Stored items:
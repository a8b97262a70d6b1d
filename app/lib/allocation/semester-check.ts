// The semester check: the allocated programmes scheduled night by night into the semester's real
// nights under weather, over many realisations, from a seeded generator (pure: plain data in,
// plain data out; semester-check-input.ts builds the input from the feasibility sheets).
//
// Rules (shown with the result, see CHECK_RULES):
// - Weather: each night is wholly clear or wholly lost. One uniform draw per site and night
//   (telescopes at the same site share the sky); a telescope's night is clear when the draw is
//   below that telescope's clear fraction for the night's month. A month without a setting counts
//   as clear (fraction 1) and the result says so.
// - Each clear night the dark interval is filled greedily in priority order: assured, then queue,
//   then filler, each down the board's order, each programme's observations in their order.
//   A visit (one epoch: time per epoch of the feasibility sheet) is one contiguous block inside
//   the target's observable window and the observation's allowed moon time (dark: Moon down or
//   the night dark; grey: also grey Moon-up time; bright: all), in the earliest free time that
//   holds it. At most one visit per observation per night.
// - An astrometric observation takes each of this semester's epochs inside its window (± the
//   tolerance nights around the planned date), earliest first; an epoch whose window has passed
//   is lost. Other observations take their visits on any night.
// - Hours: a programme's visits are those its allocation (per telescope × moon category of the
//   call's semester) covers in whole visits (epochs first, then the other observations, in order;
//   within 0.01 h, the rounding of the sheet's hours); no programme runs more than its allocation
//   (+ that 0.01 h), and no night more than its dark hours.
// - A programme completes in a realisation when every visit its allocation covers was done.
// - Proper motion: the five-parameter fit (astro/astrometry.ts fitPrecision) over the epochs of
//   the other semesters as planned plus this semester's epochs achieved, each at the middle of the
//   dark interval of its night (the parallax factor moves < 0.005 within a night).
import { mersenne } from "pure-rand/generator/mersenne";
import { uniformFloat64 } from "pure-rand/distribution/uniformFloat64";
import { fitPrecision, parallaxFactors } from "~/lib/astro/astrometry";
import type { AllocationTier, MoonCategory } from "~/lib/domain";

export const COMPLETION_GOALS = { assured: 0.9, queue: 0.5 } as const;
export const DEFAULT_REALISATIONS = 200;

export const CHECK_RULES = [
  "Each night is clear or lost as a whole: one draw per site and night, clear when below the telescope's clear fraction for that month.",
  "Clear nights are filled in the order assured → queue → filler, each down the board's order; a visit is one block of the sheet's time per epoch inside the target's window and its allowed moon time, at most one per observation per night.",
  "Astrometric epochs are taken inside their windows (± tolerance nights), earliest first; other visits on any night.",
  "A programme runs at most its allocated hours (the visits they cover in whole visits); it completes when all those visits are done.",
  `Flags: assured below ${COMPLETION_GOALS.assured * 100} % completion, queue below ${COMPLETION_GOALS.queue * 100} %.`,
];

// ---------------------------------------------------------------------------------------------
// Input

export type CheckInterval = { start: number; end: number };
export type CheckNight = {
  date: string;
  /** 1–12, the month whose clear fraction applies */
  month: number;
  /** ms since 1970 UTC; null when the Sun never reaches −18° */
  darkStart: number | null;
  darkEnd: number | null;
  /** Moon-up intervals (ms) of the night; clipped to darkness here */
  moonUp: CheckInterval[];
  /** category of Moon-up time this night (from its illuminated fraction) */
  upCategory: MoonCategory;
};
export type CheckTelescope = {
  telescopeId: number;
  name: string;
  /** telescopes with the same key share the weather draw */
  siteKey: string;
  nights: CheckNight[];
  /** month 1–12 at index 0–11; null = no setting (taken as 1) */
  clearFractions: (number | null)[];
};
export type CheckEpoch = {
  date: string;
  /** first and last night index (in the telescope's nights) in which it may be taken */
  fromNight: number;
  toNight: number;
};
export type CheckObservation = {
  observationId: number;
  label: string;
  telescopeId: number;
  moonCategory: MoonCategory;
  /** one visit (epoch), hours */
  visitHours: number;
  /** visits wanted in the call's semester (for astrometry: the epochs below) */
  visits: number;
  /** observable windows per night (ms), aligned with the telescope's nights */
  windows: CheckInterval[][];
  astrometry: null | {
    raDeg: number;
    decDeg: number;
    perEpochPrecisionMas: number | null;
    requiredPmPrecisionMasPerYr: number | null;
    /** this semester's planned epochs, in date order */
    epochs: CheckEpoch[];
    /** epochs of the other semesters of the baseline, taken as planned (ms) */
    otherEpochTimes: number[];
  };
};
export type CheckProgramme = {
  proposalId: number;
  code: string | null;
  title: string;
  tier: AllocationTier;
  /** 1 = top of the board */
  position: number;
  /** allocated hours in the call's semester */
  allocation: { telescopeId: number; moonCategory: MoonCategory; hours: number }[];
  observations: CheckObservation[];
  /** why an observation could not be simulated (missing exposure, …) */
  notes?: string[];
};
export type CheckInput = { semesterCode: string; telescopes: CheckTelescope[]; programmes: CheckProgramme[] };

export type CheckOptions = {
  realisations: number;
  seed: number;
  onProgress?: (done: number, total: number) => void;
  /** realisations between progress calls (default: 1 % of them) */
  progressEvery?: number;
  /** return the first realisation's clear nights and used hours per night (tests) */
  trace?: boolean;
};

// ---------------------------------------------------------------------------------------------
// Output

export type ProgrammeOutcome = {
  proposalId: number;
  code: string | null;
  title: string;
  tier: AllocationTier;
  /** its place on the board; null to a chair conflicted on it (`withholdPositions`) */
  position: number | null;
  allocatedHours: number;
  /** hours of the visits the allocation covers */
  plannedHours: number;
  plannedVisits: number;
  /** visits the observations want in the semester */
  wantedVisits: number;
  /** null when nothing is planned this semester */
  completionProbability: number | null;
  expectedExecutedHours: number;
  /** executed / planned hours */
  expectedExecutedFraction: number | null;
  epochs: null | { wanted: number; planned: number; expectedAchieved: number };
  astrometry: {
    observationId: number;
    label: string;
    requiredPmPrecisionMasPerYr: number | null;
    /** every planned epoch taken */
    plannedPmPrecisionMasPerYr: number | null;
    /** mean over the realisations in which the fit is determined */
    expectedPmPrecisionMasPerYr: number | null;
    probabilityMet: number | null;
    undeterminedFraction: number;
  }[];
  flag: null | "assured-below-goal" | "queue-below-goal";
  notes: string[];
};
export type TelescopeOutcome = {
  telescopeId: number;
  name: string;
  nights: number;
  darkHours: number;
  expectedClearDarkHours: number;
  expectedUsedHours: number;
  /** expected used / dark hours */
  expectedUseOfDark: number;
  /** expected used / clear dark hours */
  expectedUseOfClearDark: number | null;
  maxUsedHours: number;
  clearFractions: (number | null)[];
};
export type SemesterCheckResult = {
  semesterCode: string;
  realisations: number;
  seed: number;
  goals: typeof COMPLETION_GOALS;
  rules: string[];
  notes: string[];
  programmes: ProgrammeOutcome[];
  telescopes: TelescopeOutcome[];
  trace?: { telescopeId: number; clear: boolean[]; usedHours: number[]; darkHours: number[] }[];
};
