/* The key=value fields of the syslog line (after "alert raised"). */
static char *
alert_fields(const struct finding *f, const char *id, enum alert_kind kind,
    const char *link)
{
	struct alert_line l;
	char key[PROTO_NAME_MAX + 16];
	int i, srm;

	srm = alert_is_srm(kind);
	l.len = 0;
	l.buf[0] = '\0';
	alert_printf(&l, "id=%s alert=%s experiment=%s epoch=%u guardrail=%s",
	    id, alert_kinds[kind], f->experiment, f->epoch, f->guardrail ? f->guardrail :
	    "srm");
	if (!srm) {
		alert_printf(&l, " metric=%s test=%s variant=%s control=%s "
		    "harm=%s verdict=%s", f->metric ? f->metric : "-",
		    f->test ? f->test : "-", f->variant ? f->variant : "-",
		    f->control ? f->control : "-", f->harm ? f->harm : "-",
		    verdict_name(f->verdict));
		alert_num(&l, "estimate", f->estimate);
		alert_num(&l, "lower", f->lower);
		alert_num(&l, "upper", f->upper);
		alert_num(&l, "rel_estimate", f->rel_estimate);
		alert_num(&l, "rel_lower", f->rel_lower);
		alert_num(&l, "rel_upper", f->rel_upper);
	} else {
		alert_printf(&l, " verdict=srm");
		alert_num(&l, "chi2_p", f->chi2_p);
	}
	alert_num(&l, "p", f->p);
	alert_num(&l, "alpha", f->alpha);
	alert_printf(&l, " family=%d untrusted=%s", f->family,
	    f->untrusted ? "yes" : "no");
	/* Counts per arm: every arm for SRM, the two compared otherwise. */
	for (i = 0; i < f->narms; i++) {
		const struct finding_arm *arm = &f->arms[i];

		if (!srm && alert_arm_role(f, arm->variant) == NULL)
			continue;
		alert_printf(&l, " exposures.%s=%llu", arm->variant,
		    (unsigned long long)arm->exposures);
		if (srm)
			continue;
		snprintf(key, sizeof key, "n.%s", arm->variant);
		alert_num(&l, key, arm->n);
		if (f->test_kind == TEST_PROPORTION ||
		    f->test_kind == TEST_RATE) {
			snprintf(key, sizeof key, "k.%s", arm->variant);
			alert_num(&l, key, arm->k);
		}
	}
	if (link != NULL)
		alert_printf(&l, " link=%s", link);
	return xstrdup(l.buf);
}

static void
alert_entry_free(struct alert_entry *e)
{
	if (e == NULL)
		return;
	free(e->experiment);
	free(e->guardrail);
	free(e->variant);
	free(e->line);
	json_decref(e->body);
	free(e);
}

static struct alert_entry *
alert_find(struct alert *a, const char *id)
{
	size_t i;

	for (i = 0; i < a->n; i++)
		if (strcmp(a->v[i]->id, id) == 0)
			return a->v[i];
	return NULL;
}

static void
alert_remove_at(struct alert *a, size_t i)
{
	alert_entry_free(a->v[i]);
	memmove(&a->v[i], &a->v[i + 1], (a->n - i - 1) * sizeof *a->v);
	a->n--;
}

/* Bounded: past ALERT_MAX the oldest acknowledged alert goes first. */
static void
alert_insert(struct alert *a, struct alert_entry *e)
{
	size_t i, victim = 0;
	int found = 0;

	if (a->n >= ALERT_MAX) {
		for (i = 0; i < a->n && !found; i++) {
			if (a->v[i]->state == ALERT_ACKED) {
				victim = i;
				found = 1;
			}
		}
		log_warnx("alert: more than %d alerts, forgetting id=%s "
		    "experiment=%s", ALERT_MAX, a->v[victim]->id,
		    a->v[victim]->experiment);
		alert_remove_at(a, victim);
		a->evicted++;
	}
	a->v = xreallocarray(a->v, a->n + 1, sizeof *a->v);
	a->v[a->n++] = e;
}

static void
alert_syslog(struct alert *a, struct alert_entry *e, const char *event)
{
	if (e->reminders > 0 && strcmp(event, "reminder") == 0)
		syslog(a->facility | e->priority, "alert %s %s reminder=%u",
		    event, e->line, e->reminders);
	else
		syslog(a->facility | e->priority, "alert %s %s", event,
		    e->line);
	log_debug("alert %s %s", event, e->line);
}

json_t *
alert_raise(struct alert *a, enum alert_kind kind, const struct finding *f,
    const char *reason, const char **idp)
{
	struct alert_entry *e;
	const char *guardrail, *variant;
	char id[sizeof e->id], *link, *summary;
	json_t *body;
	double now = daemon_now();

	guardrail = f->guardrail != NULL ? f->guardrail : "srm";
	variant = f->variant != NULL ? f->variant : "";
	*idp = NULL;
	if (f->experiment == NULL)
		return NULL;
	alert_make_id(id, f->experiment, f->epoch, guardrail, variant,
	    alert_kinds[kind]);
	if (alert_find(a, id) != NULL) {
		/* Already raised (or acknowledged): never page twice. */
		a->duplicates++;
		return NULL;
	}
	e = xcalloc(1, sizeof *e);
	memcpy(e->id, id, sizeof e->id);
	e->experiment = xstrdup(f->experiment);
	e->epoch = f->epoch;
	e->guardrail = xstrdup(guardrail);
	e->variant = xstrdup(variant);
	e->kind = kind;
	e->state = ALERT_RAISED;
	e->priority = alert_priority(f, kind);
	e->first_seen = now;
	e->last_sent = now;

	link = alert_link(a, f->experiment);
	e->line = alert_fields(f, id, kind, link);
	summary = alert_summary(f, kind, reason);
	if ((body = finding_json(f)) == NULL || !json_is_object(body)) {
		json_decref(body);
		body = json_object();
	}
	json_object_set_new(body, "id", json_string(id));
	json_object_set_new(body, "type", json_string("stopcock.alert.raised"));
	json_object_set_new(body, "alert", json_string(alert_kinds[kind]));
	json_object_set_new(body, "first_seen", json_real(now));
	json_object_set_new(body, "summary", json_string(summary));
	json_object_set_new(body, "untrusted", json_boolean(f->untrusted));
	json_object_set_new(body, "link", link ? json_string(link) :
	    json_null());
	json_object_set_new(body, "reminder", json_integer(0));
	if (reason != NULL)
		json_object_set_new(body, "reason", json_string(reason));
	e->body = body;
	free(link);
	free(summary);

	alert_insert(a, e);
	a->raised[kind]++;
	alert_syslog(a, e, "raised");
	*idp = e->id;
	return e->body;
}

/* A new epoch (a new plan or a reset) retires the earlier epochs' alerts. */
static void
alert_clear(struct alert *a, const char *experiment, uint32_t below)
{
	size_t i = 0;

	while (i < a->n) {
		if (strcmp(a->v[i]->experiment, experiment) == 0 &&
		    a->v[i]->epoch < below)
			alert_remove_at(a, i);
		else
			i++;
	}
}

void
alert_epoch(struct alert *a, const char *experiment, uint32_t epoch)
{
	if (a != NULL && experiment != NULL)
		alert_clear(a, experiment, epoch);
}

int
alert_ack(struct alert *a, const char *experiment, const char *guardrail,
    const char *variant, char **cause)
{
	struct alert_entry *e;
	size_t i;
	int n = 0;

	for (i = 0; i < a->n; i++) {
		e = a->v[i];
		if (e->state != ALERT_RAISED ||
		    strcmp(e->experiment, experiment) != 0 ||
		    (guardrail != NULL && strcmp(e->guardrail, guardrail) != 0) ||
		    (variant != NULL && *variant != '\0' &&
		    strcmp(e->variant, variant) != 0))
			continue;
		e->state = ALERT_ACKED;
		n++;
		syslog(a->facility | LOG_NOTICE, "alert acknowledged id=%s "
		    "alert=%s experiment=%s epoch=%u guardrail=%s variant=%s",
		    e->id, alert_kinds[e->kind], e->experiment, e->epoch, e->guardrail,
		    *e->variant ? e->variant : "-");
	}
	if (n == 0) {
		xasprintf(cause, "no raised alert for experiment %s guardrail "
		    "%s variant %s", experiment, guardrail ? guardrail : "*",
		    variant && *variant ? variant : "*");
		return -1;
	}
	a->acked += (uint64_t)n;
	return 0;
}

void
alert_experiment_reset(struct alert *a, const char *experiment)
{
	if (a != NULL)
		alert_clear(a, experiment, UINT32_MAX);
}

static int
alert_remindable(const struct alert_entry *e)
{
	return e->state == ALERT_RAISED && (e->kind == ALERT_HARM ||
	    alert_is_srm(e->kind));
}

static void
alert_remind_event(evutil_socket_t fd, short what, void *arg)
{
	struct alert *a = arg;
	struct alert_entry *e;
	double now = daemon_now();
	json_t *body;
	char *id;
	size_t i;

	for (i = 0; i < a->n; i++) {
		e = a->v[i];
		if (!alert_remindable(e) || now - e->last_sent < a->remind_every)
			continue;
		e->reminders++;
		e->last_sent = now;
		a->reminders++;
		alert_syslog(a, e, "reminder");
		/* A reminder is a new message: its own webhook-id. */
		xasprintf(&id, "%s_r%u", e->id, e->reminders);
		body = json_deep_copy(e->body);
		json_object_set_new(body, "type",
		    json_string("stopcock.alert.reminder"));
		json_object_set_new(body, "reminder",
		    json_integer(e->reminders));
		json_object_set_new(body, "sent_at", json_real(now));
		webhook_send(a->d->webhook, id, body);
		json_decref(body);
		free(id);
	}
}

struct alert *
alert_new(struct daemon *d, char **cause)
{
	const struct conf *c = d->conf;
	struct alert *a;
	struct timeval tv;
	double every;
	int fac;

	fac = log_facility(c->syslog_facility ? c->syslog_facility : "daemon");
	if (fac == -1) {
		xasprintf(cause, "unknown syslog facility %s",
		    c->syslog_facility);
		return NULL;
	}
	a = xcalloc(1, sizeof *a);
	a->d = d;
	a->facility = fac;
	a->remind_every = c->remind_every;
	snprintf(alert_ident, sizeof alert_ident, "%s",
	    c->syslog_ident ? c->syslog_ident : "stopcockd");
	openlog(alert_ident, LOG_PID | LOG_NDELAY, fac);
	if (a->remind_every > 0) {
		every = a->remind_every / 4;
		every = every < 0.25 ? 0.25 : every > 60 ? 60 : every;
		tv.tv_sec = (time_t)every;
		tv.tv_usec = (suseconds_t)((every - (double)tv.tv_sec) * 1e6);
		a->remind = event_new(d->base, -1, EV_PERSIST,
		    alert_remind_event, a);
		if (a->remind == NULL || event_add(a->remind, &tv) == -1)
			fatalx("alert: cannot arm the reminder timer");
	}
	return a;
}

void
alert_free(struct alert *a)
{
	size_t i;

	if (a == NULL)
		return;
	if (a->remind != NULL)
		event_free(a->remind);
	for (i = 0; i < a->n; i++)
		alert_entry_free(a->v[i]);
	free(a->v);
	free(a);
}

json_t *
alert_save(struct alert *a)
{
	struct alert_entry *e;
	json_t *list = json_array();
	size_t i;

	for (i = 0; a != NULL && i < a->n; i++) {
		e = a->v[i];
		json_array_append_new(list, json_pack("{s:s, s:s, s:I, s:s, "
		    "s:s, s:s, s:s, s:i, s:f, s:f, s:I, s:s, s:O}",
		    "id", e->id, "experiment", e->experiment, "epoch",
		    (json_int_t)e->epoch, "guardrail", e->guardrail, "variant",
		    e->variant, "alert", alert_kinds[e->kind], "state",
		    e->state == ALERT_RAISED ? "raised" : "acked", "priority",
		    e->priority, "first_seen", e->first_seen, "last_sent",
		    e->last_sent, "reminders", (json_int_t)e->reminders,
		    "line", e->line, "body", e->body));
	}
	return json_pack("{s:i, s:o}", "version", 1, "alerts", list);
}

static struct alert_entry *
alert_restore_one(const json_t *j, char **cause)
{
	struct alert_entry *e;
	const char *id, *exp, *gr, *var, *what, *state, *line;
	json_int_t epoch, reminders;
	json_t *body;
	json_error_t err;
	char check[sizeof e->id];
	int priority, kind;
	double first, last;

	if (json_unpack_ex((json_t *)j, &err, 0, "{s:s, s:s, s:I, s:s, s:s, "
	    "s:s, s:s, s:i, s:F, s:F, s:I, s:s, s:o}", "id", &id, "experiment",
	    &exp, "epoch", &epoch, "guardrail", &gr, "variant", &var, "alert",
	    &what, "state", &state, "priority", &priority, "first_seen",
	    &first, "last_sent", &last, "reminders", &reminders, "line", &line,
	    "body", &body) == -1) {
		xasprintf(cause, "alert state: %s", err.text);
		return NULL;
	}
	if (epoch < 1 || epoch > UINT32_MAX || reminders < 0 ||
	    reminders > UINT32_MAX || (kind = alert_kind_parse(what)) == -1 ||
	    (strcmp(state, "raised") != 0 && strcmp(state, "acked") != 0) ||
	    priority < LOG_EMERG || priority > LOG_DEBUG ||
	    !json_is_object(body) || strlen(line) >= ALERT_LINE_MAX ||
	    !proto_name_ok(exp, strlen(exp))) {
		xasprintf(cause, "alert state: bad entry %s", id);
		return NULL;
	}
	alert_make_id(check, exp, (uint32_t)epoch, gr, var, what);
	if (strcmp(check, id) != 0) {
		xasprintf(cause, "alert state: id %s does not match its "
		    "identity", id);
		return NULL;
	}
	e = xcalloc(1, sizeof *e);
	memcpy(e->id, check, sizeof e->id);
	e->experiment = xstrdup(exp);
	e->epoch = (uint32_t)epoch;
	e->guardrail = xstrdup(gr);
	e->variant = xstrdup(var);
	e->kind = (enum alert_kind)kind;
	e->state = strcmp(state, "raised") == 0 ? ALERT_RAISED : ALERT_ACKED;
	e->priority = priority;
	e->first_seen = first;
	e->last_sent = last;
	e->reminders = (uint32_t)reminders;
	e->line = xstrdup(line);
	e->body = json_incref(body);
	return e;
}

int
alert_restore(struct alert *a, const json_t *j, char **cause)
{
	struct alert_entry **v = NULL, *e;
	const json_t *list;
	json_int_t version;
	size_t i, n = 0;

	if (json_unpack((json_t *)j, "{s:I, s:o}", "version", &version,
	    "alerts", &list) == -1 || !json_is_array(list)) {
		*cause = xstrdup("alert state: not an alert state object");
		return -1;
	}
	if (version != 1) {
		xasprintf(cause, "alert state: unknown version %lld",
		    (long long)version);
		return -1;
	}
	if (json_array_size(list) > ALERT_MAX) {
		xasprintf(cause, "alert state: more than %d alerts", ALERT_MAX);
		return -1;
	}
	for (i = 0; i < json_array_size(list); i++) {
		if ((e = alert_restore_one(json_array_get(list, i), cause)) ==
		    NULL)
			goto fail;
		v = xreallocarray(v, n + 1, sizeof *v);
		v[n++] = e;
	}
	/* All or nothing: the current state goes only now. */
	for (i = 0; i < a->n; i++)
		alert_entry_free(a->v[i]);
	free(a->v);
	a->v = v;
	a->n = n;
	return 0;
fail:
	for (i = 0; i < n; i++)
		alert_entry_free(v[i]);
	free(v);
	return -1;
}

json_t *
alert_json(struct alert *a)
{
	struct alert_entry *e;
	json_t *list = json_array(), *o;
	size_t i;

	for (i = 0; a != NULL && i < a->n; i++) {
		e = a->v[i];
		o = json_deep_copy(e->body);
		json_object_set_new(o, "state", json_string(e->state ==
		    ALERT_RAISED ? "raised" : "acked"));
		json_object_set_new(o, "last_sent", json_real(e->last_sent));
		json_object_set_new(o, "reminder", json_integer(e->reminders));
		json_object_del(o, "type");
		json_array_append_new(list, o);
	}
	return list;
}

WORK INSTRUCTIONS: Could you filter the entries above for lines holding the string "assured" and copy them?

EXERCISE RESPONSE:
// - Each clear night the dark interval is filled greedily in priority order: assured, then queue,
export const COMPLETION_GOALS = { assured: 0.9, queue: 0.5 } as const;
  "Clear nights are filled in the order assured → queue → filler, each down the board's order; a visit is one block of the sheet's time per epoch inside the target's window and its allowed moon time, at most one per observation per night.",
  `Flags: assured below ${COMPLETION_GOALS.assured * 100} % completion, queue below ${COMPLETION_GOALS.queue * 100} %.`,
  flag: null | "assured-below-goal" | "queue-below-goal";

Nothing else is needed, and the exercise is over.